Source records
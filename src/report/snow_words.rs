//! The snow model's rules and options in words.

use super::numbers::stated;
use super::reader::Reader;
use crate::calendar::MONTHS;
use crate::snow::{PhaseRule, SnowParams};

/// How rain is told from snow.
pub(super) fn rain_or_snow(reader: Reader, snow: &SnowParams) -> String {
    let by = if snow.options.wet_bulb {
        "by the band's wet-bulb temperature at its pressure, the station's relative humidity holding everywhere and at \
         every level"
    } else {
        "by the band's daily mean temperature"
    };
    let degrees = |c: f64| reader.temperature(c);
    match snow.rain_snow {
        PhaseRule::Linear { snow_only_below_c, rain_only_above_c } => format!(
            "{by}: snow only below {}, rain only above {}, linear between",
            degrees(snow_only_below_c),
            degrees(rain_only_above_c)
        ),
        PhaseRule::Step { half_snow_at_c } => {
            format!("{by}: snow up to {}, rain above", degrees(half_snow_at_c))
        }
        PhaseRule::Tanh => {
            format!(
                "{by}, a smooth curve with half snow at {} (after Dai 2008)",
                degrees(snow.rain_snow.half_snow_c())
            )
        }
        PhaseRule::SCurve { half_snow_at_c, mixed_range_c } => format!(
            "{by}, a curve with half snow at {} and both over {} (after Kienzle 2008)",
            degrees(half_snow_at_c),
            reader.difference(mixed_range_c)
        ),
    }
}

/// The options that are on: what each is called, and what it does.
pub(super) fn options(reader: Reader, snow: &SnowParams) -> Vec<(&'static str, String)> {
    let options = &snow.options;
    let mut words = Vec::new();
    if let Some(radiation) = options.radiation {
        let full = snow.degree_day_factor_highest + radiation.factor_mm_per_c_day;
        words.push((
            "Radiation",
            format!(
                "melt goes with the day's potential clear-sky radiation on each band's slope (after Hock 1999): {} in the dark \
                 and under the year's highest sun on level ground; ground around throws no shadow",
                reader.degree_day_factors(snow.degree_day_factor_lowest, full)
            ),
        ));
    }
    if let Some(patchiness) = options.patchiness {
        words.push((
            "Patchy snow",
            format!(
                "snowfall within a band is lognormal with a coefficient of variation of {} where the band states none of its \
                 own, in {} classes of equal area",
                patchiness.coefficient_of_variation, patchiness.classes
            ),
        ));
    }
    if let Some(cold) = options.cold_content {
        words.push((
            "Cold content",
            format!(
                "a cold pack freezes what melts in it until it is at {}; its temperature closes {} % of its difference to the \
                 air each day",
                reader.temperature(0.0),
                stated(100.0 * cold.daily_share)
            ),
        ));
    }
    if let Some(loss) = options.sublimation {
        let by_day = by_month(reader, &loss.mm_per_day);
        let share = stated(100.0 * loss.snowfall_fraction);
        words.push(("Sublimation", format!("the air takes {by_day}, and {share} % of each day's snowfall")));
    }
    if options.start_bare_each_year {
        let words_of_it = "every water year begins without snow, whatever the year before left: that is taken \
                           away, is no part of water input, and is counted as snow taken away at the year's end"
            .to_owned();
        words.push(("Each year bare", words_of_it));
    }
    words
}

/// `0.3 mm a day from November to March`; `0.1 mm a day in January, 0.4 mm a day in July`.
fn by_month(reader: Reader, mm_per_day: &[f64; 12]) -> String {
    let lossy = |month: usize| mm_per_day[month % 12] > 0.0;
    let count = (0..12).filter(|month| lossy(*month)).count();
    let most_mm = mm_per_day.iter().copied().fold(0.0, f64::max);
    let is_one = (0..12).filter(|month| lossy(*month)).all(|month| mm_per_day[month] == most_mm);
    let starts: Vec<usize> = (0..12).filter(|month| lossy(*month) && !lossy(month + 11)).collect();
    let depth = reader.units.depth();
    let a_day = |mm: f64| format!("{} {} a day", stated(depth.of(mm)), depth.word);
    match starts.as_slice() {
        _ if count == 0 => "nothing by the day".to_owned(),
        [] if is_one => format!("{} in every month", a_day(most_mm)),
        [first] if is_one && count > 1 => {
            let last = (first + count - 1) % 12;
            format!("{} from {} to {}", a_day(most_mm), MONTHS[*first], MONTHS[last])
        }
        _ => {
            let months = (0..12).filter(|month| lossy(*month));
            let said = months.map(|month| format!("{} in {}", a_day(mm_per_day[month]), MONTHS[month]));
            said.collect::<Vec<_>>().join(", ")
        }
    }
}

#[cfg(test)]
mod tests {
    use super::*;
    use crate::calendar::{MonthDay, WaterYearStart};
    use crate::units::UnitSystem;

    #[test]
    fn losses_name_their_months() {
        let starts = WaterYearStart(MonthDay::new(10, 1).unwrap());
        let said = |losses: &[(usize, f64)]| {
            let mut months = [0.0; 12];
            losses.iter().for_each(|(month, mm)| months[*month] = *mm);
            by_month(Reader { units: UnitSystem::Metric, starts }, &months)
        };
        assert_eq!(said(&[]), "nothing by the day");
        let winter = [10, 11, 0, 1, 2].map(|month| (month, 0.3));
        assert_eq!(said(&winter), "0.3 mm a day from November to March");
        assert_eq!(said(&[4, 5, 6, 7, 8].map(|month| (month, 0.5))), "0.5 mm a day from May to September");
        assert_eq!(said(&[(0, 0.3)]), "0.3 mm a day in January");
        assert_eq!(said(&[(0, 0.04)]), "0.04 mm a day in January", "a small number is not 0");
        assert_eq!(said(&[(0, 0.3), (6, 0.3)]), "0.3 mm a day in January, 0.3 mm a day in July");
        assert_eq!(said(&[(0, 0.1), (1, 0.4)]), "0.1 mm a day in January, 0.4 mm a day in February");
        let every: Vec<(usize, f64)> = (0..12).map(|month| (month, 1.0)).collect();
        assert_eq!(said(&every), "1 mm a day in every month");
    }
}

### [Exercise objective]
Copy out every record above exactly as written.

### [Solution for this exercise]
filename src/report/snow_words.rs
//! The snow model's rules and options in words.

use super::numbers::stated;
use super::reader::Reader;
use crate::calendar::MONTHS;
use crate::snow::{PhaseRule, SnowParams};

/// How rain is told from snow.
pub(super) fn rain_or_snow(reader: Reader, snow: &SnowParams) -> String {
    let by = if snow.options.wet_bulb {
        "by the band's wet-bulb temperature at its pressure, the station's relative humidity holding everywhere and at \
         every level"
    } else {
        "by the band's daily mean temperature"
    };
    let degrees = |c: f64| reader.temperature(c);
    match snow.rain_snow {
        PhaseRule::Linear { snow_only_below_c, rain_only_above_c } => format!(
            "{by}: snow only below {}, rain only above {}, linear between",
            degrees(snow_only_below_c),
            degrees(rain_only_above_c)
        ),
        PhaseRule::Step { half_snow_at_c } => {
            format!("{by}: snow up to {}, rain above", degrees(half_snow_at_c))
        }
        PhaseRule::Tanh => {
            format!(
                "{by}, a smooth curve with half snow at {} (after Dai 2008)",
                degrees(snow.rain_snow.half_snow_c())
            )
        }
        PhaseRule::SCurve { half_snow_at_c, mixed_range_c } => format!(
            "{by}, a curve with half snow at {} and both over {} (after Kienzle 2008)",
            degrees(half_snow_at_c),
            reader.difference(mixed_range_c)
        ),
    }
}

/// The options that are on: what each is called, and what it does.
pub(super) fn options(reader: Reader, snow: &SnowParams) -> Vec<(&'static str, String)> {
    let options = &snow.options;
    let mut words = Vec::new();
    if let Some(radiation) = options.radiation {
        let full = snow.degree_day_factor_highest + radiation.factor_mm_per_c_day;
        words.push((
            "Radiation",
            format!(
                "melt goes with the day's potential clear-sky radiation on each band's slope (after Hock 1999): {} in the dark \
                 and under the year's highest sun on level ground; ground around throws no shadow",
                reader.degree_day_factors(snow.degree_day_factor_lowest, full)
            ),
        ));
    }
    if let Some(patchiness) = options.patchiness {
        words.push((
            "Patchy snow",
            format!(
                "snowfall within a band is lognormal with a coefficient of variation of {} where the band states none of its \
                 own, in {} classes of equal area",
                patchiness.coefficient_of_variation, patchiness.classes
            ),
        ));
    }
    if let Some(cold) = options.cold_content {
        words.push((
            "Cold content",
            format!(
                "a cold pack freezes what melts in it until it is at {}; its temperature closes {} % of its difference to the \
                 air each day",
                reader.temperature(0.0),
                stated(100.0 * cold.daily_share)
            ),
        ));
    }
    if let Some(loss) = options.sublimation {
        let by_day = by_month(reader, &loss.mm_per_day);
        let share = stated(100.0 * loss.snowfall_fraction);
        words.push(("Sublimation", format!("the air takes {by_day}, and {share} % of each day's snowfall")));
    }
    if options.start_bare_each_year {
        let words_of_it = "every water year begins without snow, whatever the year before left: that is taken \
                           away, is no part of water input, and is counted as snow taken away at the year's end"
            .to_owned();
        words.push(("Each year bare", words_of_it));
    }
    words
}

/// `0.3 mm a day from November to March`; `0.1 mm a day in January, 0.4 mm a day in July`.
fn by_month(reader: Reader, mm_per_day: &[f64; 12]) -> String {
    let lossy = |month: usize| mm_per_day[month % 12] > 0.0;
    let count = (0..12).filter(|month| lossy(*month)).count();
    let most_mm = mm_per_day.iter().copied().fold(0.0, f64::max);
    let is_one = (0..12).filter(|month| lossy(*month)).all(|month| mm_per_day[month] == most_mm);
    let starts: Vec<usize> = (0..12).filter(|month| lossy(*month) && !lossy(month + 11)).collect();
    let depth = reader.units.depth();
    let a_day = |mm: f64| format!("{} {} a day", stated(depth.of(mm)), depth.word);
    match starts.as_slice() {
        _ if count == 0 => "nothing by the day".to_owned(),
        [] if is_one => format!("{} in every month", a_day(most_mm)),
        [first] if is_one && count > 1 => {
            let last = (first + count - 1) % 12;
            format!("{} from {} to {}", a_day(most_mm), MONTHS[*first], MONTHS[last])
        }
        _ => {
            let months = (0..12).filter(|month| lossy(*month));
            let said = months.map(|month| format!("{} in {}", a_day(mm_per_day[month]), MONTHS[month]));
            said.collect::<Vec<_>>().join(", ")
        }
    }
}

#[cfg(test)]
mod tests {
    use super::*;
    use crate::calendar::{MonthDay, WaterYearStart};
    use crate::units::UnitSystem;

    #[test]
    fn losses_name_their_months() {
        let starts = WaterYearStart(MonthDay::new(10, 1).unwrap());
        let said = |losses: &[(usize, f64)]| {
            let mut months = [0.0; 12];
            losses.iter().for_each(|(month, mm)| months[*month] = *mm);
            by_month(Reader { units: UnitSystem::Metric, starts }, &months)
        };
        assert_eq!(said(&[]), "nothing by the day");
        let winter = [10, 11, 0, 1, 2].map(|month| (month, 0.3));
        assert_eq!(said(&winter), "0.3 mm a day from November to March");
        assert_eq!(said(&[4, 5, 6, 7, 8].map(|month| (month, 0.5))), "0.5 mm a day from May to September");
        assert_eq!(said(&[(0, 0.3)]), "0.3 mm a day in January");
        assert_eq!(said(&[(0, 0.04)]), "0.04 mm a day in January", "a small number is not 0");
        assert_eq!(said(&[(0, 0.3), (6, 0.3)]), "0.3 mm a day in January, 0.3 mm a day in July");
        assert_eq!(said(&[(0, 0.1), (1, 0.4)]), "0.1 mm a day in January, 0.4 mm a day in February");
        let every: Vec<(usize, f64)> = (0..12).map(|month| (month, 1.0)).collect();
        assert_eq!(said(&every), "1 mm a day in every month");
    }
}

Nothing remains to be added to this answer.